This performance gap comes from a variety of factors, including unclear internal knowledge about the neuronal model/ connection topology/ coding scheme/ learning algorithm, discrete state space with limited precision, and weak external supports of benchmark data resource/ computing platform/ programming tool, all of which are not sophisticated than those in machine learning. Currently, researchers in different sub-domains for the exploration of neuromorphic computing usually have distinct optimization objective, such as reproducing cell-level or circuit-level neural behaviors, emulating the brain-like functionalities at macro level, or just reducing the execution cost from hardware perspective. Neuromorphic computing still lags behind machine learning models if we cannot have clear target and only consider the application accuracy.

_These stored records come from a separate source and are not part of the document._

/**
 * What the corner phase of the analysis `state` belongs to may keep of the last finished one (`CornerContext.reuse`),
 * and the record of this one for the next. At a corner, the circuit's parts joined through nodes that are not rails
 * (rails are held by ideal sources at the corner's values) share nothing but those sources' currents when every
 * element reads only the nodes it lists: a part holding no resistor whose value differs from the last phase's solves
 * to the same point there (to the solver's tolerance), so a structure whose elements and voltage nodes all lie in such
 * parts measures as last time. A structure naming a source that holds a rail reads a current every part shares, so it
 * is measured again whenever anything changed. Nothing is kept when `state` is not this circuit's, the circuit has an
 * element reading across parts, or the structures are not the recorded ones (`runCorners` checks the corners and
 * the structures' shapes too).
 */
export function keptCorners(state: IncrementalState | undefined, circuit: Circuit, structures: readonly Structure[]): Pick<CornerContext, 'reuse' | 'record'> {
  if (!state || state.circuit !== circuit) return {};
  const resistances = resistancesOf(circuit);
  const record = (r: CornerRecord) => (state.cornerRecord = { record: r, resistances, text: state.text });
  const last = state.cornerRecord;
  if (!last || last.resistances.length !== resistances.length || !partsAreSeparate(circuit)) return { record };
  const touched = touchedStructures(state, structures, touchedParts(state.index.parts, resistances, last.resistances));
  if (!touched) return { record };
  const region = editRegion(last.text, state.text);
  const members = new Set<number>();
  structures.forEach((s, i) => touched[i] === 1 && membersOf(state, structures, i).forEach((e) => members.add(e)));
  return { record, reuse: { record: last.record, touched, members: Int32Array.from(members), moved: (f) => movedFinding(f, state.uri, region) } };
}

/**
 * What the spread analysis of the analysis `state` belongs to may keep of the last one (`SpreadReuse`), and the record
 * of this one for the next. An output's derivatives come from one transposed solve whose solution lives in the part of
 * the circuit holding the output's terms and in the rows of the rail sources (at a rail the adjoint's KCL row is zero:
 * its source's branch current is read by no output of another part), when every element reads only the nodes it lists.
 * So an output none of whose terms lies in a part holding a changed resistor (or reads the current of a source holding
 * a rail, which every part shares) has the same value and row as last time, to the solver's tolerance. Nothing is kept
 * when `state` is not this circuit's or the circuit has an element reading across parts; `analyseVariation` checks the
 * outputs, the sources and the targets.
 */
export function keptSpread(state: IncrementalState | undefined, circuit: Circuit): { reuse?: SpreadReuse; record: (r: SpreadRecord) => void } {
  if (!state || state.circuit !== circuit) return { record: () => undefined };
  const resistances = resistancesOf(circuit);
  const record = (r: SpreadRecord) => (state.spreadRecord = { record: r, resistances });
  const last = state.spreadRecord;
  if (!last || last.resistances.length !== resistances.length || !partsAreSeparate(circuit)) return { record };
  const { parts, rail } = state.index;
  const touched = touchedParts(parts, resistances, last.resistances);
  const changed = changedElements(resistances, last.resistances);
  const anyTouched = changed.length > 0;
  const reachedElement = (e: number) => touched[parts.ofElement[e]!] === 1 || (anyTouched && holdsRail(circuit.elements[e]!, rail));
  const reached = (spec: OutputSpec) => spec.functional.terms.some((t) => (t.kind === 'node' ? parts.ofNode[t.node]! >= 0 && touched[parts.ofNode[t.node]!] === 1 : reachedElement(t.element)));
  return { record, reuse: { last: last.record, changed, reached, scope: (outputs) => adjointScope(circuit, state.index, outputs) } };
}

Therefore, we need to rethink the true advantage of human brain (e.g. strong generalization, multi-modal processing and association, memory-based computing) and the goal of neuromorphic computing, rather than coming to a dilemma of confronting machine learning. We should make efforts to understand and bridge the current “gap” between neuromorphic computing and machine learning.
This Research Topic aims to bring together researches including, but not limited to:
● High-performance neuromorphic algorithms exploring neuronal models, network architectures, coding and learning schemes;
● Benchmarking metrics, datasets, and tasks for neuromorphic computing;
● Optimizing the processing of neuromorphic models on GPUs or specialized platforms, including inference and training;
● Design tools for building neuromorphic models, encouraging to integrate the interface with mainstream machine learning tools;
● Heterogeneous systems based on neuromorphic computing and machine learning.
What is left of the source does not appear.